* Exercise description:
An exact reproduction of all entries is expected.

[Saved entries]
• • • • • • •

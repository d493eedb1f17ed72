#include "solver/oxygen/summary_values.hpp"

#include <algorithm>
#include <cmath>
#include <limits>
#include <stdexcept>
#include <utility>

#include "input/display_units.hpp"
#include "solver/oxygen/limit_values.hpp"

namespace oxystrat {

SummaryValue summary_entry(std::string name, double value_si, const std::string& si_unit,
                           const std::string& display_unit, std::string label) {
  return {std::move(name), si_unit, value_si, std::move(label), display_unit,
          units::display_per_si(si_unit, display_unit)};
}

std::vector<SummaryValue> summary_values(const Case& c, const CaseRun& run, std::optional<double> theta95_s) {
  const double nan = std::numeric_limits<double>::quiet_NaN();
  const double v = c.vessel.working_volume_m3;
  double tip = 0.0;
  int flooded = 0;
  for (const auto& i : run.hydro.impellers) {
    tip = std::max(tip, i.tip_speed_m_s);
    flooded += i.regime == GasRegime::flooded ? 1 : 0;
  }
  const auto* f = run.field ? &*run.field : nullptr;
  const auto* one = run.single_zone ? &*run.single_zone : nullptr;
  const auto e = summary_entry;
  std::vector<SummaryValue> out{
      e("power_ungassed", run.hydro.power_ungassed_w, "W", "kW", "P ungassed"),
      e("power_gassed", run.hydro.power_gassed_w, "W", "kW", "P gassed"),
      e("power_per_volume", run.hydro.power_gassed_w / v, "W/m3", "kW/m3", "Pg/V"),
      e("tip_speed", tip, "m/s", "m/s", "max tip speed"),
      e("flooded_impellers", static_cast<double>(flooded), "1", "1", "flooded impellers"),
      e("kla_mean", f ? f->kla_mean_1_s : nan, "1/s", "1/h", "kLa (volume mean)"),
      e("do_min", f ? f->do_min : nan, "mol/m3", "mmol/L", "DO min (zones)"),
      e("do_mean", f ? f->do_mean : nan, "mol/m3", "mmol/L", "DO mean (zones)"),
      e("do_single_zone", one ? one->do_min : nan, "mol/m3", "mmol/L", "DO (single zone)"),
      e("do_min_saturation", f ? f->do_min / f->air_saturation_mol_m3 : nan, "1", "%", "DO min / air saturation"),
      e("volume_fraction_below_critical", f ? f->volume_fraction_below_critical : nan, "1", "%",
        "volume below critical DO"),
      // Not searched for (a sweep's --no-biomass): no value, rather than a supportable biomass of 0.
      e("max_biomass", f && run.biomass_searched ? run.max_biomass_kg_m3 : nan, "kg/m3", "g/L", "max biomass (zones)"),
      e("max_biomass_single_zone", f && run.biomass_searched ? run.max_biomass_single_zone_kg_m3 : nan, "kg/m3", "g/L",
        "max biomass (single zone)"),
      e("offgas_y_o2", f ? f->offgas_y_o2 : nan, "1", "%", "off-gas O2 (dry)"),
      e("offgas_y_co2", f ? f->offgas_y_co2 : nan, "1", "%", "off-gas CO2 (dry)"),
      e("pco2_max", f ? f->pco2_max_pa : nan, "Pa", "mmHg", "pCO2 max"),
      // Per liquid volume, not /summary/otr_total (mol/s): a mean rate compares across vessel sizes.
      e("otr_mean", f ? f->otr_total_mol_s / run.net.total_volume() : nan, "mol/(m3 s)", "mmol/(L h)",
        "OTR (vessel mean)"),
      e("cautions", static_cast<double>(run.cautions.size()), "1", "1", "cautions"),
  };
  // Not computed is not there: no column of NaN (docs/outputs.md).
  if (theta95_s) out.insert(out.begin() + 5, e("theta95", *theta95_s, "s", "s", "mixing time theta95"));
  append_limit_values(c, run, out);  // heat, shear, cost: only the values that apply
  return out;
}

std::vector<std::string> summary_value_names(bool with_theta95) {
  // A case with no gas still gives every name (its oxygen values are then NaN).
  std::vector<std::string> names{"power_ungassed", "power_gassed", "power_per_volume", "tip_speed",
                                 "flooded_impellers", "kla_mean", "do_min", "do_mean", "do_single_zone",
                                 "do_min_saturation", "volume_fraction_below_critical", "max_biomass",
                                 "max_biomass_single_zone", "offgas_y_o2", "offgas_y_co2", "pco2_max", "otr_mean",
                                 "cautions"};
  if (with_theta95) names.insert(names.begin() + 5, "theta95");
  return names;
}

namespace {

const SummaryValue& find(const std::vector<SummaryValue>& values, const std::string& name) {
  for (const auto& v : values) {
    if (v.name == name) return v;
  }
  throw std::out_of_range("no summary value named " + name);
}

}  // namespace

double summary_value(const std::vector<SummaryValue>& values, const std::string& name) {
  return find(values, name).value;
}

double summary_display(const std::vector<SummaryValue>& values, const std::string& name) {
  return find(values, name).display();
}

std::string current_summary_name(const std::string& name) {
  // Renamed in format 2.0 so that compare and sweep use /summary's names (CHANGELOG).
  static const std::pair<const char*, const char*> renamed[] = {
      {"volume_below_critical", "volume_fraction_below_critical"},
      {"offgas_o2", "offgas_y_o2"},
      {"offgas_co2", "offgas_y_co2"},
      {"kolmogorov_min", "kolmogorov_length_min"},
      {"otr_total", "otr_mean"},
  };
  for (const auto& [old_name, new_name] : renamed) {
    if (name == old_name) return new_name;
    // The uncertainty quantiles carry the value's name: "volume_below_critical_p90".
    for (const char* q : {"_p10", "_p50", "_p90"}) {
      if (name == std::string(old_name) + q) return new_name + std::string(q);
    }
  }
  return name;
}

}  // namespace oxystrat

• • • • • • •

* Answer to this task:
repository d493eedb1f17ed72
#include "solver/oxygen/summary_values.hpp"

#include <algorithm>
#include <cmath>
#include <limits>
#include <stdexcept>
#include <utility>

#include "input/display_units.hpp"
#include "solver/oxygen/limit_values.hpp"

namespace oxystrat {

SummaryValue summary_entry(std::string name, double value_si, const std::string& si_unit,
                           const std::string& display_unit, std::string label) {
  return {std::move(name), si_unit, value_si, std::move(label), display_unit,
          units::display_per_si(si_unit, display_unit)};
}

std::vector<SummaryValue> summary_values(const Case& c, const CaseRun& run, std::optional<double> theta95_s) {
  const double nan = std::numeric_limits<double>::quiet_NaN();
  const double v = c.vessel.working_volume_m3;
  double tip = 0.0;
  int flooded = 0;
  for (const auto& i : run.hydro.impellers) {
    tip = std::max(tip, i.tip_speed_m_s);
    flooded += i.regime == GasRegime::flooded ? 1 : 0;
  }
  const auto* f = run.field ? &*run.field : nullptr;
  const auto* one = run.single_zone ? &*run.single_zone : nullptr;
  const auto e = summary_entry;
  std::vector<SummaryValue> out{
      e("power_ungassed", run.hydro.power_ungassed_w, "W", "kW", "P ungassed"),
      e("power_gassed", run.hydro.power_gassed_w, "W", "kW", "P gassed"),
      e("power_per_volume", run.hydro.power_gassed_w / v, "W/m3", "kW/m3", "Pg/V"),
      e("tip_speed", tip, "m/s", "m/s", "max tip speed"),
      e("flooded_impellers", static_cast<double>(flooded), "1", "1", "flooded impellers"),
      e("kla_mean", f ? f->kla_mean_1_s : nan, "1/s", "1/h", "kLa (volume mean)"),
      e("do_min", f ? f->do_min : nan, "mol/m3", "mmol/L", "DO min (zones)"),
      e("do_mean", f ? f->do_mean : nan, "mol/m3", "mmol/L", "DO mean (zones)"),
      e("do_single_zone", one ? one->do_min : nan, "mol/m3", "mmol/L", "DO (single zone)"),
      e("do_min_saturation", f ? f->do_min / f->air_saturation_mol_m3 : nan, "1", "%", "DO min / air saturation"),
      e("volume_fraction_below_critical", f ? f->volume_fraction_below_critical : nan, "1", "%",
        "volume below critical DO"),
      // Not searched for (a sweep's --no-biomass): no value, rather than a supportable biomass of 0.
      e("max_biomass", f && run.biomass_searched ? run.max_biomass_kg_m3 : nan, "kg/m3", "g/L", "max biomass (zones)"),
      e("max_biomass_single_zone", f && run.biomass_searched ? run.max_biomass_single_zone_kg_m3 : nan, "kg/m3", "g/L",
        "max biomass (single zone)"),
      e("offgas_y_o2", f ? f->offgas_y_o2 : nan, "1", "%", "off-gas O2 (dry)"),
      e("offgas_y_co2", f ? f->offgas_y_co2 : nan, "1", "%", "off-gas CO2 (dry)"),
      e("pco2_max", f ? f->pco2_max_pa : nan, "Pa", "mmHg", "pCO2 max"),
      // Per liquid volume, not /summary/otr_total (mol/s): a mean rate compares across vessel sizes.
      e("otr_mean", f ? f->otr_total_mol_s / run.net.total_volume() : nan, "mol/(m3 s)", "mmol/(L h)",
        "OTR (vessel mean)"),
      e("cautions", static_cast<double>(run.cautions.size()), "1", "1", "cautions"),
  };
  // Not computed is not there: no column of NaN (docs/outputs.md).
  if (theta95_s) out.insert(out.begin() + 5, e("theta95", *theta95_s, "s", "s", "mixing time theta95"));
  append_limit_values(c, run, out);  // heat, shear, cost: only the values that apply
  return out;
}

std::vector<std::string> summary_value_names(bool with_theta95) {
  // A case with no gas still gives every name (its oxygen values are then NaN).
  std::vector<std::string> names{"power_ungassed", "power_gassed", "power_per_volume", "tip_speed",
                                 "flooded_impellers", "kla_mean", "do_min", "do_mean", "do_single_zone",
                                 "do_min_saturation", "volume_fraction_below_critical", "max_biomass",
                                 "max_biomass_single_zone", "offgas_y_o2", "offgas_y_co2", "pco2_max", "otr_mean",
                                 "cautions"};
  if (with_theta95) names.insert(names.begin() + 5, "theta95");
  return names;
}

namespace {

const SummaryValue& find(const std::vector<SummaryValue>& values, const std::string& name) {
  for (const auto& v : values) {
    if (v.name == name) return v;
  }
  throw std::out_of_range("no summary value named " + name);
}

}  // namespace

double summary_value(const std::vector<SummaryValue>& values, const std::string& name) {
  return find(values, name).value;
}

double summary_display(const std::vector<SummaryValue>& values, const std::string& name) {
  return find(values, name).display();
}

std::string current_summary_name(const std::string& name) {
  // Renamed in format 2.0 so that compare and sweep use /summary's names (CHANGELOG).
  static const std::pair<const char*, const char*> renamed[] = {
      {"volume_below_critical", "volume_fraction_below_critical"},
      {"offgas_o2", "offgas_y_o2"},
      {"offgas_co2", "offgas_y_co2"},
      {"kolmogorov_min", "kolmogorov_length_min"},
      {"otr_total", "otr_mean"},
  };
  for (const auto& [old_name, new_name] : renamed) {
    if (name == old_name) return new_name;
    // The uncertainty quantiles carry the value's name: "volume_below_critical_p90".
    for (const char* q : {"_p10", "_p50", "_p90"}) {
      if (name == std::string(old_name) + q) return new_name + std::string(q);
    }
  }
  return name;
}

}  // namespace oxystrat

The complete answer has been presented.